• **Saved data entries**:
______

from gpe.errors import VorthermError
from gpe.sweep.file import Measure, Point, Sweep, SweepError, time_unit_factor
from gpe.sweep.manifest import prepare_output, protocol_fingerprint
from gpe.sweep.table import (
    SweepResult,
    ensemble_summary,
    pool_seeds,
    read_json,
    summarise,
    write_json,
)
from gpe.sweep.thinning import thin_snapshots

logger = logging.getLogger(__name__)

# NumPy, h5py and the pipeline are imported inside functions on purpose: a spawned worker imports
# this module first, and the thread-count variables set by ``_init_worker`` only take effect if no
# numerical library has been loaded before.


def default_out_dir(sweep_path: str | os.PathLike) -> Path:
    """Where a sweep writes by default: ``out/<sweep file stem>/`` beside the sweep file."""
    path = Path(sweep_path)
    return path.parent / "out" / path.stem


# -- one point ----------------------------------------------------------------------------------
@dataclass(frozen=True)
class PointTask:
    """Everything a worker needs for one point: plain data only, so it pickles anywhere.

    Units: ``threads`` is the number of FFT/numba threads the point may use.
    """

    point_id: str
    base: str
    overrides: tuple[str, ...]
    run_path: str
    measure: Measure
    threads: int | None = None
    stop_path: str = ""
    log_level: int = logging.WARNING
    coordinator_pid: int = 0
    keep_snapshots: str | int = "all"


def run_point(task: PointTask) -> dict:
    """The default point function: simulate (or resume) the run, then analyse it.

    A complete run file (verified by ``gpe.run.reading.is_complete``) is analysed without
    simulating again; an incomplete one is resumed from its checkpoint.
    """
    from gpe.run import (  # numerics: see the note at the top
        reading,
        simulate,
        thermometry,
    )
    from gpe.setup.protocol import load_protocol

    protocol = load_protocol(task.base, task.overrides)  # an invalid point fails here, cheaply
    run_path = Path(task.run_path)
    if run_path.exists() and not reading.is_complete(run_path):
        # an interrupted run continues with the protocol stored in its own file
        simulate.simulate_resume(run_path, threads=task.threads)
    elif not run_path.exists():
        simulate.simulate(protocol, run_path, threads=task.threads)
    if task.keep_snapshots != "all":
        thin_snapshots(run_path, task.keep_snapshots)   # before measuring: always the kept frames
    scale = time_unit_factor(protocol, task.measure.time_unit)
    m = task.measure
    at_time = None if m.at_time is None else m.at_time * scale
    window = None if m.window is None else (m.window[0] * scale, m.window[1] * scale)
    return thermometry.analyse(run_path, time=at_time, window=window,
                               rotating="omega" in m.quantities)


_WORKER_INTERRUPTED = False


def _execute(point_fn: Callable[[PointTask], Mapping], task: PointTask) -> dict:
    """Run one point in a worker; turn an ordinary failure into a record, so the sweep goes on.

    ``KeyboardInterrupt`` is not caught: it stops the sweep.
    """
    global _WORKER_INTERRUPTED
    if _WORKER_INTERRUPTED or (task.stop_path and os.path.exists(task.stop_path)):
        # the sweep was interrupted after this task was queued: do not start it
        return {"status": "cancelled", "values": {}, "error": "", "elapsed_s": 0.0}
    start = time.perf_counter()
    messages: list[dict] = []
    try:
        with _collected_messages(task, messages):
            raw = point_fn(task)
        values = {}
        for q in task.measure.quantities:
            if q not in raw:
                raise SweepError(f"the analysis returned no '{q}' (it gave {sorted(raw)})")
            values[q] = float(raw[q])
        record = {"status": "ok", "values": values, "error": "",
                  "ensemble": ensemble_summary(raw)}
    except KeyboardInterrupt:
        # Ctrl-C reaches the workers before the main process can leave the stop file; a worker
        # that saw it must not start the tasks still queued for it.
        _WORKER_INTERRUPTED = True
        raise
    except Exception as exc:  # noqa: BLE001 -- any failure of one point is recorded, not fatal
        record = {"status": "failed", "values": {}, "error": f"{type(exc).__name__}: {exc}",
                  "traceback": traceback.format_exc()}
    record["elapsed_s"] = time.perf_counter() - start
    record["messages"] = messages
    return record


class _Collector(logging.Handler):
    def __init__(self, level: int, messages: list[dict]) -> None:
        super().__init__(level)
        self.messages = messages

    def filter(self, record: logging.LogRecord) -> bool:
        return (record.name == "py.warnings" or record.name.split(".")[0] in ("gpe", "thermo")) \
            and record.levelno >= self.level

    def emit(self, record: logging.LogRecord) -> None:
        self.messages.append({"level": record.levelname, "logger": record.name,
                              "message": record.getMessage()})


def _one_line_warning(message, category, filename, lineno, line=None) -> str:
    return f"{message}"


@contextlib.contextmanager
def _collected_messages(task: PointTask, messages: list[dict]):
    """In a worker process: the point's log records (from ``task.log_level`` on) and its
    warnings, collected for the coordinator, which logs them with the point id.

    In the coordinator's own process (a thread pool, an in-process dask cluster) the records
    reach its handlers directly, and warnings' global state is not touched from threads.
    """
    if task.coordinator_pid in (0, os.getpid()):
        yield
        return
    root = logging.getLogger()
    handler = _Collector(task.log_level, messages)
    old_level, old_format = root.level, warnings.formatwarning
    root.addHandler(handler)
    root.setLevel(min(task.log_level, old_level or logging.WARNING))
    try:
        with warnings.catch_warnings():
            warnings.simplefilter("default")   # each point reports its own, even if repeated
            warnings.formatwarning = _one_line_warning
            logging.captureWarnings(True)
            try:
                yield
            finally:
                logging.captureWarnings(False)
                warnings.formatwarning = old_format
    finally:
        root.removeHandler(handler)
        root.setLevel(old_level)


def relay_messages(point_id: str, messages) -> None:
    """Log a worker's collected messages in this process, each with its point id."""
    for m in messages or ():
        level = logging.getLevelName(m.get("level", "WARNING"))
        logging.getLogger(m.get("logger") or __name__).log(
            level if isinstance(level, int) else logging.WARNING, "%s: %s", point_id,
            m.get("message", ""))


# -- executors ----------------------------------------------------------------------------------
def usable_cores() -> int:
    """Cores this process may run on (affinity-aware)."""
    try:
        return len(os.sched_getaffinity(0))
    except AttributeError:  # not on Linux
        return os.cpu_count() or 1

______

Show the lines of the records that include the string "queued".

• **ANSWER SECTION**:
        # the sweep was interrupted after this task was queued: do not start it
        # that saw it must not start the tasks still queued for it.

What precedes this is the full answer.